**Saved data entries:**

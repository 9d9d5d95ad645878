import type { InputHTMLAttributes, ReactNode, TextareaHTMLAttributes } from "react";
import { fieldLook } from "#src/components/field-look.ts";
import { Field, type FieldWords } from "./Field.tsx";

export type TextFieldProps = FieldWords &
  Omit<InputHTMLAttributes<HTMLInputElement>, "className"> & {
    off?: boolean;
    /** In a row of fields: 40 tall. */
    row?: boolean;
    /** Stands inside the field at its right end: "Show" beside a password. */
    inside?: ReactNode;
    /** A sign inside at the left: the search glass. */
    sign?: ReactNode;
  };

/** One line of text. Takes the attributes of an input; works with `defaultValue` in a plain form. */
export function TextField({
  label,
  labelHidden,
  hint,
  wrong,
  className,
  off,
  row,
  inside,
  sign,
  id,
  ...rest
}: TextFieldProps) {
  return (
    <Field {...{ label, labelHidden, hint, wrong, className, id }}>
      {(ids) => (
        <span className="relative block">
          {sign && (
            <span className="pointer-events-none absolute inset-y-0 left-3.5 flex items-center">{sign}</span>
          )}
          <input
            {...rest}
            {...ids}
            readOnly={off || rest.readOnly}
            aria-readonly={off || undefined}
            className={`${fieldLook({ wrong: Boolean(wrong), off, row })} px-3 type-table ${sign ? "pl-10" : ""} ${inside ? "pr-16" : ""}`}
          />
          {inside && <span className="absolute inset-y-0 right-3 flex items-center">{inside}</span>}
        </span>
      )}
    </Field>
  );
}

export type LongTextFieldProps = FieldWords &
  Omit<TextareaHTMLAttributes<HTMLTextAreaElement>, "className"> & { off?: boolean };

/** Several lines of text. */
export function LongTextField({
  label,
  labelHidden,
  hint,
  wrong,
  className,
  off,
  id,
  ...rest
}: LongTextFieldProps) {
  return (
    <Field {...{ label, labelHidden, hint, wrong, className, id }}>
      {(ids) => (
        <textarea
          rows={3}
          {...rest}
          {...ids}
          readOnly={off || rest.readOnly}
          className={`${fieldLook({ wrong: Boolean(wrong), off })} px-3 py-2 type-note`}
        />
      )}
    </Field>
  );
}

**THE TASK:**
Each record should be given again exactly as it reads.

**RESPONSE:**
repository 9d9d5d95ad645878
import type { InputHTMLAttributes, ReactNode, TextareaHTMLAttributes } from "react";
import { fieldLook } from "#src/components/field-look.ts";
import { Field, type FieldWords } from "./Field.tsx";

export type TextFieldProps = FieldWords &
  Omit<InputHTMLAttributes<HTMLInputElement>, "className"> & {
    off?: boolean;
    /** In a row of fields: 40 tall. */
    row?: boolean;
    /** Stands inside the field at its right end: "Show" beside a password. */
    inside?: ReactNode;
    /** A sign inside at the left: the search glass. */
    sign?: ReactNode;
  };

/** One line of text. Takes the attributes of an input; works with `defaultValue` in a plain form. */
export function TextField({
  label,
  labelHidden,
  hint,
  wrong,
  className,
  off,
  row,
  inside,
  sign,
  id,
  ...rest
}: TextFieldProps) {
  return (
    <Field {...{ label, labelHidden, hint, wrong, className, id }}>
      {(ids) => (
        <span className="relative block">
          {sign && (
            <span className="pointer-events-none absolute inset-y-0 left-3.5 flex items-center">{sign}</span>
          )}
          <input
            {...rest}
            {...ids}
            readOnly={off || rest.readOnly}
            aria-readonly={off || undefined}
            className={`${fieldLook({ wrong: Boolean(wrong), off, row })} px-3 type-table ${sign ? "pl-10" : ""} ${inside ? "pr-16" : ""}`}
          />
          {inside && <span className="absolute inset-y-0 right-3 flex items-center">{inside}</span>}
        </span>
      )}
    </Field>
  );
}

export type LongTextFieldProps = FieldWords &
  Omit<TextareaHTMLAttributes<HTMLTextAreaElement>, "className"> & { off?: boolean };

/** Several lines of text. */
export function LongTextField({
  label,
  labelHidden,
  hint,
  wrong,
  className,
  off,
  id,
  ...rest
}: LongTextFieldProps) {
  return (
    <Field {...{ label, labelHidden, hint, wrong, className, id }}>
      {(ids) => (
        <textarea
          rows={3}
          {...rest}
          {...ids}
          readOnly={off || rest.readOnly}
          className={`${fieldLook({ wrong: Boolean(wrong), off })} px-3 py-2 type-note`}
        />
      )}
    </Field>
  );
}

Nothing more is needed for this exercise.